Velazquez shared the reasons why data is essential to any company.

Your business is your data. Velazquez explained that analyzing your company’s data is like running someone’s blood work as a doctor. You get to see how your operation is running. 

Data is powerful. He also shares that when you have the right tools when pulling data, you discover correlations, patterns, and trends that otherwise wouldn’t be found.

Data should be structurally consistent. “In order for [data] to have value, it needs to be structured. It needs to be trustworthy,” says Velazquez. It’s important to have the ability to organize data and structure it in a way that can be translated into valuable insights the whole team can understand.

CAD Data Before and After Onshape Analytics

When Velazquez began experimenting with Onshape, his team began to see that Onshape isn’t just a CAD tool but also a CAD analytics platform that can identify project trends, bottlenecks, and whether the correct workflows were in place. 

For example, Onshape’s User Dashboard details activity associated with a particular user, including external contractors and suppliers. This report shows what projects a user is working on and which design activities are taking up most of their time. Balancing projects and meeting deadlines is easier when resource allocation can be reviewed and managed for all design teams.

User dashboardThe User Dashboard showing project activity and modeling times.

“You trust the system; you trust that it's tracking who's logging in or what they're doing. Then you can make decisions and trust the data to make those decisions or grab the phone and call someone and ask, ‘Hey, what happened to your project? Why's nothing happening?’” he says.

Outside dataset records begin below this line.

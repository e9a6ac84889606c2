import { fastLiquidus, fastMixtureFreezingPointC, type FastLiquidus } from '../brine/fast';
import { salts, type Salt } from '../brine/salts';
import { dissolvedGPerM2, waterMmOf, type Film, type SaltMasses } from './film';

let curves: Record<Salt, FastLiquidus> | undefined;

/** The tabulated curve of each salt, built when first asked for. */
export function curveOf(salt: Salt): FastLiquidus {
  curves ??= {
    NaCl: fastLiquidus('NaCl'),
    CaCl2: fastLiquidus('CaCl2'),
    MgCl2: fastLiquidus('MgCl2'),
    KCl: fastLiquidus('KCl'),
  };
  return curves[salt];
}

/** Below this much water a road counts as dry, mm; common practice, no source. */
export const DRY_MM = 0.02;

/**
 * kg/m² of water that these salts (g/m²) keep liquid at a pavement temperature in °C, however much there is:
 * `Σ m_j / x°_j(T)` with x°_j kg of salt per kg of water on the freezing curve (Zdanovskii's rule). A salt below its own
 * eutectic keeps none. Infinity at or above 0 °C. NaCl 15.4 g/m² at −5 °C: 0.180.
 */
export function heldLiquidMm(masses: SaltMasses, tempC: number): number {
  if (tempC >= 0) return Infinity;
  let heldMm = 0;
  for (const salt of salts) {
    const mass = masses[salt];
    if (mass > 0) heldMm += mass / (1000 * curveOf(salt).saltPerWaterAt(tempC));
  }
  return heldMm;
}

/**
 * The part of what lies on the road, by mass, that is brine, 0 to 1: `(liquid + salts)/(water + salts)`. A dry road is 1.
 */
export function brineShare(film: Film): number {
  const waterMm = waterMmOf(film);
  if (waterMm < DRY_MM) return 1;
  const saltKg = dissolvedGPerM2(film) / 1000;
  return (film.liquidMm + saltKg) / (waterMm + saltKg);
}

const perWater: SaltMasses = { NaCl: 0, CaCl2: 0, MgCl2: 0, KCl: 0 };

/**
 * °C, the freezing point of all that lies on the road taken as one brine: ice in it counts as water. So the freeze
 * margin, pavement temperature minus this, is below 0 exactly when ice stays or will form. 0 for plain water and for a dry road.
 */
export function filmFreezingPointC(film: Film): number {
  const waterMm = waterMmOf(film);
  if (waterMm < DRY_MM) return 0;
  for (const salt of salts) perWater[salt] = film.dissolved[salt] / (1000 * waterMm);
  return fastMixtureFreezingPointC(perWater);
}

/** kg of salt per kg of the film taken as one brine, 0 to 1. */
export function filmMassFraction(film: Film): number {
  const saltKg = dissolvedGPerM2(film) / 1000;
  const totalKg = saltKg + waterMmOf(film);
  return totalKg > 0 ? saltKg / totalKg : 0;
}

The built-in dashboards are an added value to his role and the business as a whole, Velazquez says. With Dexcom’s previous PDM and CAD setup, he recalls spending months trying to model data in a useful way, then weeks trying to present it through their website. Now, with Onshape, design information is available right on the platform.


As another example unrelated to Dexcom, University of Toronto Professor Alison Olechowski has been using Onshape Analytics as a research laboratory. In one study, her team was able to identify four CAD modeling “personalities,” which reveals how engineering teams work together using audit trail data. 



Access to this kind of depth of CAD data can deliver fresh insights for product development teams like Dexcom to achieve faster times to market, improved product quality, and better control over lifecycles and critical deadlines.

‘Over-Excited About Data Analytics’ 

One thing is clear: Velazquez believes data is a valuable resource for any company, and he’s not afraid to show his excitement. 

“As you can tell, I’m probably a little bit over-excited about data analytics,” he says. “It really adds value to the investment of Onshape as a CAD and data management platform.”